Впрочем, корабль, давший течь, еще можно спасти, если сменить капитана, который по собственному безумию, не замечая опасности, бросает тонущее судно на мель.
И почему бы не найти для «Петротранса» нового, более удобного капитана?
Вроде Владилена Сергеевича Крюкова. Жаль, что Гаврилов приказал его устранить.
Вот был бы идеальный кандидат. Хваткий, опытный, но в то же время не хапуга, трусоват – с таким можно было бы сработаться: Крюков сидел бы в президентском кресле, подписывал бы бумаги, а он, Баринов, крутил бы втихаря все колеса в концерне…
А Гаврилова можно будет отправить куда-нибудь подальше – уж если не на тот свет, так в Сибирь-матушку на прокорм комарикам… Благо компрометирующий материален на Гаврилова у Баринова был собран такой, что за глаза хватило бы на десять «десяток» строгого режима.
Чем тщательнее Яков Степанович анализировал ситуацию, тем навязчивее становилась идея сменить руководителя «Петротранса».
Баринов включил магнитофон. Из динамика полился негромкий разговор:
" – Ты не позабыл, что нам в свое время обещал Гаврилов? – напористо спрашивал голос с хрипотцой.
– Ну? – вяло отозвался собеседник.
– А то, что через полгода каждый из нас получит по квартире в центре Питера. А уже третий год лямку тянем – не можем наскрести даже на приличную тачку. Мне уже стыдно в своей побитой «девятке» жену возить!"
Баринов сразу узнал голос второго. Это был Орлов – белозубый красавец, служивший под его началом в ВДВ. Он был из той категории людей, которым сколько ни давай, им все время будет мало.
Собеседником Паши был Артем Козырев. Жил он недалеко от Дворцовой площади с восемнадцатилетней девицей, работавшей в рекламном агентстве моделью.
Его сожительница имела хобби – снимала богатеньких лохов на Невском проспекте, что давало им возможность три раза в год оттягиваться где-нибудь на Канарах. О тайной страстишке своей сожительницы Артем знал, но, похоже, ее приключения его интересовали мало. Не исключено, что у них была взаимная договоренность: когда его подруга коротала время в ресторанах и гостиницах, он веселился в оздоровительных клубах, где мастерицы высокого класса делали эротический массаж.

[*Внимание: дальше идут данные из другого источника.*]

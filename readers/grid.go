package readers

import (
	"slices"
	"sync"

	"strainledger/mesh"
)

// A grid is the lattice of a structured piece. Cells, and the points of images and
// rectilinear grids, are arithmetic on their numbers and take no memory.
type grid struct {
	mesh.Grid
	points   [3]int64 // along x, y and z
	cells    [3]int64 // the same; 1 along an axis with one point
	cellType mesh.CellType
	corners  []int64 // node numbers of cell 0

	spacing   [3]float64 // of an image
	origin    [3]float64 // place of index 0
	direction [9]float64 // row by row

	coordinates [3]*column // of a rectilinear grid
	lock        sync.Mutex
	loaded      *[3][]float64 // their values, read when first needed

	hiddenPoints *column // vtkGhostType of points, or
	hasVisible   bool    // numbers that are 0 where a point is hidden
}

// hiddenPoint is the bit of vtkGhostType that blanks a point and all cells at it.
const hiddenPoint = 2

// newGrid makes the lattice of an extent. Curvilinear grids have hexahedra and
// quadrilaterals, the others voxels and pixels, whose nodes run x fastest.
func newGrid(extent mesh.Extent, isCurvilinear bool, limits Limits) (*grid, error) {
	g := &grid{Grid: mesh.Grid{Extent: extent}, direction: [9]float64{1, 0, 0, 0, 1, 0, 0, 0, 1}}
	total := int64(1)
	for axis := range g.points {
		low, high := extent[2*axis], extent[2*axis+1]
		if low < -1<<40 || high > 1<<40 || high < low-1 {
			return nil, malformed("found the extent %d to %d, need a lowest and a highest index", low, high)
		}
		g.points[axis] = high - low + 1
		g.cells[axis] = max(1, g.points[axis]-1)
		if g.points[axis] > 0 && total > limits.Points/g.points[axis] {
			return nil, overLimit("found a grid of %d × %d × %d points; need at most the limit of %d",
				extent.Size(0), extent.Size(1), extent.Size(2), limits.Points)
		}
		total *= g.points[axis]
	}
	if total == 0 {
		g.cells = [3]int64{}
	}
	g.setCorners(isCurvilinear)
	return g, nil
}

// setCorners lists the nodes of the first cell: two for each axis that has cells, in
// the order of the axes.
func (g *grid) setCorners(isCurvilinear bool) {
	types := [4]mesh.CellType{mesh.Vertex, mesh.Line, mesh.Pixel, mesh.Voxel}
	if isCurvilinear {
		types = [4]mesh.CellType{mesh.Vertex, mesh.Line, mesh.Quad, mesh.Hexahedron}
	}
	dimension, step := 0, int64(1)
	g.corners = []int64{0}
	for axis := range g.points {
		if g.points[axis] > 1 {
			dimension++
			for _, corner := range slices.Clone(g.corners) {
				g.corners = append(g.corners, corner+step)
			}
		}
		step *= g.points[axis]
	}
	g.cellType = types[dimension]
	if isCurvilinear && dimension >= 2 {
		for first := 2; first < len(g.corners); first += 4 { // 0 1 2 3 to 0 1 3 2
			g.corners[first], g.corners[first+1] = g.corners[first+1], g.corners[first]
		}
	}
}

func (g *grid) pointCount() int64 { return g.points[0] * g.points[1] * g.points[2] }
func (g *grid) cellCount() int64  { return g.cells[0] * g.cells[1] * g.cells[2] }

// columns returns the columns that the grid reads itself.
func (g *grid) columns() []*column {
	var columns []*column
	if g.hasVisible { // the other kind is an array of the piece
		columns = append(columns, g.hiddenPoints)
	}
	for _, a := range g.coordinates {
		if a != nil {
			columns = append(columns, a)
		}
	}
	return columns
}

// read appends the cells [low, high) to the cursor's buffers.
func (g *grid) read(c *cursor, low, high int64, noNodes bool) {
	for range high - low {
		c.types = append(c.types, g.cellType)
	}
	if noNodes {
		return
	}
	c.nodes = extended(c.nodes[:0], int(high-low)*len(g.corners))
	at := 0
	for cell := low; cell < high; cell++ {
		first := g.firstNode(cell)
		for _, corner := range g.corners {
			c.nodes[at] = int32(first + corner)
			at++
		}
		c.start = append(c.start, int32(at))
	}
}

// place returns the indices of a cell along x, y and z, from 0 in the piece.
func (g *grid) place(cell int64) (i, j, k int64) {
	return cell % g.cells[0], cell / g.cells[0] % g.cells[1], cell / (g.cells[0] * g.cells[1])
}

// firstNode returns the number of the node of a cell with the lowest indices.
func (g *grid) firstNode(cell int64) int64 {
	i, j, k := g.place(cell)
	return (k*g.points[1]+j)*g.points[0] + i
}

// hide marks the cells [low, high) that are not to be counted: those with a hidden
// point, and those that an earlier piece of the data set holds too.
func (g *grid) hide(c *cursor, low, high int64, marks []uint8) ([]uint8, error) {
	if g.hiddenPoints == nil && len(g.Earlier) == 0 || low == high {
		return marks, nil
	}
	if marks == nil {
		c.hidden = append(c.hidden[:0], make([]uint8, high-low)...)
		marks = c.hidden
	}
	var points []int64
	first := g.firstNode(low)
	if g.hiddenPoints != nil {
		last := g.firstNode(high-1) + g.corners[len(g.corners)-1]
		for _, corner := range g.corners {
			last = max(last, g.firstNode(high-1)+corner)
		}
		var err error
		if points, err = g.hiddenPoints.labels(c, first, last+1); err != nil {
			return nil, err
		}
	}
	for cell := low; cell < high; cell++ {
		node := g.firstNode(cell) - first
		for _, corner := range g.corners {
			if points != nil && g.isHidden(points[node+corner]) {
				marks[cell-low] |= mesh.HiddenCell
			}
		}
		if g.isInEarlier(cell) {
			marks[cell-low] |= mesh.DuplicateCell
		}
	}
	return marks, nil
}

// isHidden reports whether a point's mark hides it.
func (g *grid) isHidden(mark int64) bool {
	if g.hasVisible {
		return mark == 0
	}
	return mark != mesh.NoLabel && mark&hiddenPoint != 0
}

// isInEarlier reports whether an earlier piece holds the cell too.
func (g *grid) isInEarlier(cell int64) bool {
	i, j, k := g.place(cell)
	low := [3]int64{i + g.Extent[0], j + g.Extent[2], k + g.Extent[4]}
	for _, other := range g.Earlier {
		isInside := true
		for axis := range low {
			high := low[axis]
			if g.points[axis] > 1 {
				high++
			}
			isInside = isInside && other[2*axis] <= low[axis] && high <= other[2*axis+1]
		}
		if isInside {
			return true
		}
	}
	return false
}

// pointsTo writes the coordinates of the points [low, high).
func (g *grid) pointsTo(c *cursor, low, high int64, to []float64) error {
	if g.coordinates[0] != nil {
		return g.rectilinearTo(c, low, high, to)
	}
	row, layer := g.points[0], g.points[0]*g.points[1]
	d := &g.direction
	for point := low; point < high; point++ {
		x := float64(g.Extent[0]+point%row) * g.spacing[0]
		y := float64(g.Extent[2]+point%layer/row) * g.spacing[1]
		z := float64(g.Extent[4]+point/layer) * g.spacing[2]
		at := to[3*(point-low):][:3]
		at[0] = g.origin[0] + float64(d[0]*x) + float64(d[1]*y) + float64(d[2]*z)
		at[1] = g.origin[1] + float64(d[3]*x) + float64(d[4]*y) + float64(d[5]*z)
		at[2] = g.origin[2] + float64(d[6]*x) + float64(d[7]*y) + float64(d[8]*z)
	}
	return nil
}

func (g *grid) rectilinearTo(c *cursor, low, high int64, to []float64) error {
	axes, err := g.load(c)
	if err != nil {
		return err
	}
	row, layer := g.points[0], g.points[0]*g.points[1]
	for point := low; point < high; point++ {
		at := to[3*(point-low):][:3]
		at[0], at[1], at[2] = axes[0][point%row], axes[1][point%layer/row], axes[2][point/layer]
	}
	return nil
}

// load reads the coordinates along the three axes.
func (g *grid) load(c *cursor) (*[3][]float64, error) {
	g.lock.Lock()
	defer g.lock.Unlock()
	if g.loaded != nil {
		return g.loaded, nil
	}
	var axes [3][]float64
	for axis, a := range g.coordinates {
		const step = 32 << 10 // memory grows with what is really there
		for low := int64(0); low < g.points[axis]; low += step {
			values, err := a.values(c, low, min(low+step, g.points[axis]))
			if err != nil {
				return nil, err
			}
			axes[axis] = append(axes[axis], values...)
		}
	}
	g.loaded = &axes
	return g.loaded, nil
}

// checkArithmetic refuses a grid whose points would take far more memory than its
// file has bytes: a few words of text may claim any number of them.
func (g *grid) checkArithmetic(f *file, limits Limits) error {
	const perByte = 64
	if limit := limits.GridPoints + perByte*f.size; g.pointCount() > limit {
		return overLimit("found a grid of %d points without coordinates of their own in a file of %d bytes; need at most the limit of %d and %d for each byte",
			g.pointCount(), f.size, limits.GridPoints, perByte)
	}
	return nil
}

// lattice gathers the extents of the pieces of one structured data set.
type lattice struct{ extents []mesh.Extent }

// The most pieces of a structured data set, and the most that may meet one piece:
// each has 26 neighbours where they are laid like bricks.
const (
	latticePieces = 1 << 15
	latticeMeets  = 64
)

// add notes the earlier extents that share points with the grid.
func (l *lattice) add(g *grid) error {
	if g.pointCount() == 0 {
		return nil
	}
	if len(l.extents) >= latticePieces {
		return overLimit("found more than %d pieces of one structured data set", latticePieces)
	}
	for _, earlier := range l.extents {
		if _, ok := earlier.Meet(g.Extent); ok {
			g.Earlier = append(g.Earlier, earlier)
		}
	}
	if len(g.Earlier) > latticeMeets {
		return malformed("found a piece that shares points with %d others before it, need at most %d", len(g.Earlier), latticeMeets)
	}
	l.extents = append(l.extents, g.Extent)
	return nil
}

" – Я с тобой не согласен, Козырь, – гудел Паша Орлов. – Ты бы лучше у полковника спросил, куда наши премиальные деваются. Он же на деньгах сидит, как курица на яйцах. С него и спрос… Я это давно уже просек.
Козырев громко хмыкнул:
– А что, и спрошу!"
Баринов выключил магнитофон. Козырев вчера передал ему эту кассету с записью. Теперь ясно, откуда у Гаврилова появился «добровольный доброхот». Паша стучит. Да, блин, ну и жизнь, мать ее! Просто как в банке с пауками – всем мало, каждый норовит друг дружку укусить побольнее да исподтишка башку оторвать… Ну ладно, сержант Орлов, мы с тобой разберемся не хуже, чем ты разобрался с Лехой Красным.
Глава 44
Девушка под грохот рваной ритмичной мелодии легко скользила между столами. После каждого аккорда она откидывала голову назад, отчего волосы пшеничными волнами разлетались по ее плечам. Всем своим видом она напоминала горячую лошадку, которую хотелось взнуздать и оседлать. Наверняка ее спина еще не знала властного седока. Приятно было бы почувствовать себя ковбоем, который сумел укротить норовистого мустанга.